A list of his appearances can be found here.


  • Butt-Monkey: Deer's been hunted down and killed repeatedly by the Church and related parties since the late 1600s, and is considered to be an absolute joke by the Horizon Initiative.
  • Fourth-Wall Mail Slot: As seen in "Letters to a Prophet" and its sequel, Deer tends to get quite a bit of in-universe mail.
  • Historical Domain Character: Word of God states that Saturn Deer is based off of Sabbatai Zevi, a 17th century Messiah claimant.
  • Jerkass: A troll/con artist wannabe who encourages someone to kill himself.
  • Meaningful Name: "Saturn Deer" is derived from Sabbatai Zevi: Sabbatai comes from Sabbath, which is Saturday (the day of Saturn) and Zevi (צְבִי) is Hebrew for gazelle, which are similar to deer.
  • Meta Guy: He knows the kind of world he lives in, and he shows it.
  • Snake Oil Salesman: Markets bootleg and scam products to the anomalous world.
  • Troll: His entire reason for being seems to be to fuck with people for his own amusement.

    Pangloss 

Pangloss

A mysterious, benevolent figure whose only interactions with the Foundation have been via various notes left at the sites of several SCPs.

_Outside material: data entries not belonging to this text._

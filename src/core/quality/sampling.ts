// The augmentation study's sample of queries and the intervals it gives (no tfjs: the page reads these too).

import { createRng, hashString } from '../rng';

/**
 * None, half and full strength: the workbench and `shapekin study` report the same table by default
 * (`--strengths` asks the command line for a finer curve, at a cost that grows with the strengths).
 */
export const STUDY_STRENGTHS = [0, 0.5, 1] as const;

/**
 * The Wilson score interval for a proportion of `successes` in `n` trials (Wilson 1927, "Probable inference, the
 * law of succession, and statistical inference"): centre (p̂ + z²/2n)/(1 + z²/n), half-width
 * z·√(p̂(1 − p̂)/n + z²/4n²)/(1 + z²/n); z = 1.96 for 95 %. Unlike p̂ ± z·√(p̂(1 − p̂)/n) it stays inside [0, 1] and
 * is not empty at p̂ = 0 or 1.
 */
export function wilsonInterval(successes: number, n: number, z = 1.96): [number, number] {
  if (n <= 0) return [0, 1];
  const p = successes / n,
    z2 = z * z;
  const centre = (p + z2 / (2 * n)) / (1 + z2 / n);
  const half = (z * Math.sqrt((p * (1 - p)) / n + z2 / (4 * n * n))) / (1 + z2 / n);
  return [Math.max(0, centre - half), Math.min(1, centre + half)];
}

/**
 * Queries a study takes by default: all parts up to this many, else a seeded sample of this many. The widest 95 %
 * interval (at a rate of one half) is then ±0.056; the whole library is still what each view is looked up in.
 */
export const STUDY_QUERIES = 300;

/** A seeded sample of `count` of the indices 0 … n − 1 (all of them when count ≥ n), ascending. */
export function sampleQueries(n: number, count: number, seed: number): number[] {
  const all = Array.from({ length: n }, (_, i) => i);
  if (count >= n) return all;
  const rng = createRng(hashString('study:queries', seed));
  for (let i = 0; i < count; i++) {
    const j = i + rng.int(n - i);
    [all[i], all[j]] = [all[j], all[i]];
  }
  return all.slice(0, count).sort((a, b) => a - b);
}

The messages on the notes are cryptic, but always idealistic and poetic in nature.
  • Composite Character: Seems to take traits from both his namesake (see below) as well as the Greek God Prometheus. Both characters are god-like figures who care for humanity, and his note left at SCP-1612 (a plant which secretes a small constant flame) implies he is also responsible for stealing fire.
    Don't let the fire die
    -Pangloss
    • It's also worth noting that the plant was initially found at the base of Mount Kazbek, which, in Georgian mythology, is where Amirani (the Georgian equivalent of Prometheus) was chained for stealing fire and giving it to mortals.
  • Mysterious Protector: If his actions regarding SCP-1936 are any indication.
  • Mysterious Watcher: He was only seen once from a distance and even then only left a note.
  • Odd Friendship: "Crack Fic About Gods" portrays him as having one of these with SCP-2845 ("THE DEER").
  • Omniglot: Evident by his name, which is Greek for "omniglot".
  • Playing with Fire: When he arrives to protect a group of Foundation MTF members and Daleport civilians during the events of SCP-1936, he is depicted as a radial organism made of fire that carves burning runes of protection into the sides of churches.
  • Tuckerization: Shares his name with a character from Candide, and some character traits as well (optimistic, philosophical, benevolent).